As Daniel Ellsberg of the Pentagon Papers fame has said, this NSA leak has been the most important leak in the history of the United States. Or as one brave Canadian once said "Stop Harper"!
June 13, 2013

Ole Juul said:

Routing
"McKay sought to assure Canadians that the surveillance only involved foreign communications."

That's deliberately deceptive. I'm sure that McKay knows that much Canadian communications is routed through the US and that you often cannot clearly distinguish the origin - particularly if a Canadian is using a VPN in the US or some other country.
June 13, 2013

Christopher Mackay said:

MacKay, not "McKay"
Perhaps I'm over-sensitive: the Minister's name is spelt "Peter MacKay", not "Peter McKay".
June 13, 2013

Chris Reid said:

The inevitable "What now?" question....
Which is exactly what this is. Finding out about PRISM (while not terribly surprising) was bad enough ... but now the (also unsurprising) revelation that our own government has been doing the same damn thing? Where does one start, as far as making their voice - in full opposition of such utterly invasive practices - known? And in a way that has some weight behind it? The US at least has organizations like the EFF to focus the combined effort of individuals. We don't seem to have anywhere near as unified a voice for this country, and while I think the individual is always where change for the better has to start - you can push an elephant out of the room a lot easier with a unified effort than you can with people taking turns shoving it at different spots.
June 14, 2013

BemusedLurker said:

Cost Saving measures - Snark
I am waiting for the joint announcement out of the Security Apparachex in both countries...
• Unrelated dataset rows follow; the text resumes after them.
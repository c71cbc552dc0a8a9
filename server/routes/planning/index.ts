import { Router } from 'express';
import { Op } from 'sequelize';
import { z } from 'zod';
import { PlannerRequest, type PlannerStock } from '../../../shared/schemas/planner';
import { QuoteRequest, type QuoteInput } from '../../../shared/schemas/quote';
import { CompanyRules } from '../../../shared/schemas/rules';
import { plan } from '../../../shared/planner';
import { quote } from '../../../shared/quote';
import { audit } from '../../commands/audit';
import { requoteBookings } from '../../commands/bookingTotals';
import { withTransaction } from '../../db';
import { auth, authenticate } from '../../middlewares/authenticate';
import { fieldErrors, parsed, validate } from '../../middlewares/validate';
import { badRequest } from '../../errors';
import { Item, Organization } from '../../models';
import { authorize } from '../../policies';
import { checkAvailability } from '../../services/availability';
import { presentRules } from '../../presenters/rules';
import { rulesOf } from '../../services/rules';

/** The planner, the quote preview, live availability and the company's rules. */
export const planningRouter = Router();

async function stockOf(organizationId: string): Promise<PlannerStock> {
  const items = await Item.findAll({ where: { organizationId, active: true, kind: { [Op.in]: ['tent', 'table', 'chair', 'sidewall', 'lighting'] } }, order: [['name', 'ASC']] });
  const stock: PlannerStock = { tents: [], tables: [], chairs: [], sidewalls: [], lighting: [] };
  for (const i of items) {
    const base = { itemId: i.id, name: i.name, quantity: i.quantityOwned };
    if (i.kind === 'tent' && i.widthFt && i.lengthFt) stock.tents.push({ ...base, tentType: i.tentType ?? 'pole', widthFt: i.widthFt, lengthFt: i.lengthFt });
    if (i.kind === 'table' && i.lengthFt) stock.tables.push({ ...base, lengthFt: i.lengthFt, seats: i.seats ?? 0 });
    if (i.kind === 'chair') stock.chairs.push(base);
    if (i.kind === 'sidewall' && i.sectionLengthFt) stock.sidewalls.push({ ...base, sectionLengthFt: i.sectionLengthFt, heightFt: i.heightFt ?? 7 });
    if (i.kind === 'lighting') stock.lighting.push(base);
  }
  return stock;
}

planningRouter.post('/planner', authenticate, validate(PlannerRequest), async (req, res) => {
  const { user, organization } = auth(req);
  res.json(plan(parsed<PlannerRequest>(res), await stockOf(user.organizationId), rulesOf(organization)));
});

planningRouter.post('/quotes/preview', authenticate, validate(QuoteRequest), (req, res) => {
  const { user } = auth(req);
  authorize(user, 'booking', 'previewQuote');
  res.json(quote(parsed<QuoteInput>(res)));
});

const AvailabilityCheck = z
  .object({
    from: z.iso.datetime({ offset: true, error: 'Give from as an ISO date-time.' }),
    to: z.iso.datetime({ offset: true, error: 'Give to as an ISO date-time.' }),
    excludeBookingId: z.uuid().optional(),
    lines: z.array(z.object({ itemId: z.uuid({ error: 'Not an item id.' }), quantity: z.number().int().min(0).max(100_000) })).max(500),
  })
  .refine((v) => new Date(v.to) > new Date(v.from), { path: ['to'], message: 'The end must be after the start.' });

planningRouter.post('/availability/check', authenticate, validate(AvailabilityCheck), async (req, res) => {
  const { user, organization } = auth(req);
  const q = parsed<z.infer<typeof AvailabilityCheck>>(res);
  const data = await checkAvailability(user.organizationId, q.lines, new Date(q.from), new Date(q.to), rulesOf(organization).turnaroundHours, {
    excludeBookingId: q.excludeBookingId,
  });
  res.json({ data });
});

planningRouter.get('/organization/rules', authenticate, (req, res) => {
  const { user, organization } = auth(req);
  res.json(presentRules(organization, user));
});

planningRouter.put('/organization/rules', authenticate, async (req, res) => {
  const { user } = auth(req);
  const org = await withTransaction(async (t) => {
    const o = (await Organization.findByPk(user.organizationId, { transaction: t, lock: t.LOCK.UPDATE }))!;
    authorize(user, 'organization', 'update', o);
    const before = rulesOf(o);
    // The sent fields over the current rules: a form that does not know a newer rule leaves it as it was.
    if (!req.body || typeof req.body !== 'object' || Array.isArray(req.body)) {
      // '_': the body as a whole, as validate() names it.
      const message = 'Send the rules as a JSON object of the fields to change.';
      throw badRequest(message, { _: message });
    }
    const body = req.body as Record<string, unknown>;
    const { can: _can, ...sent } = body;
    const result = CompanyRules.safeParse({ ...before, ...sent });
    if (!result.success) {
      const fields = fieldErrors(result.error);
      throw badRequest(Object.keys(fields).length === 1 ? Object.values(fields)[0] : `Check the ${Object.keys(fields).length} highlighted fields.`, fields);
    }
    const rules = result.data;
    o.rules = rules;
    await o.save({ transaction: t });
    // Delivery bands, the damage waiver and what is taxed price every booking: the stored totals follow.
    await requoteBookings(o, t);
    await audit({ organizationId: o.id, actorUserId: user.id, action: 'organization.rules_updated', subjectType: 'organization', subjectId: o.id, data: { before, after: rules } }, req, t);
    return o;
  });
  res.json(presentRules(org, user));
});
Canadians no longer need to invest in backup software - CONTACT NSA for inadvertently deleted files.
Americans no longer need to invest in backup software - CONTACT CSIS* for inadvertently deleted files.

* hosted by google
June 14, 2013

maebnoom said:

thanks, A Plebe
Your post warrants re-posting - it's what I came here to say:


"#1. This is the loophole. It's the voluntary sharing of information amongst allies through organizations like the Five Eyes. Canada watches the British, who watch the Americans, etc. and all of the countries voluntarily share information amongst each other. Therefore, each country need not watch its own citizens in violation of privacy laws. They let an ally do it, in exchange for information on the ally's citizens. There are no laws to prevent the voluntary sharing of such information. "

And MacKay knows all of that.
June 15, 2013

Alex said:

BitMessage
https://bitmessage.org/wiki/Main_Page

BitMessage is in its early development but eventually it will be a add-on for common e-mail clients like thunderbird.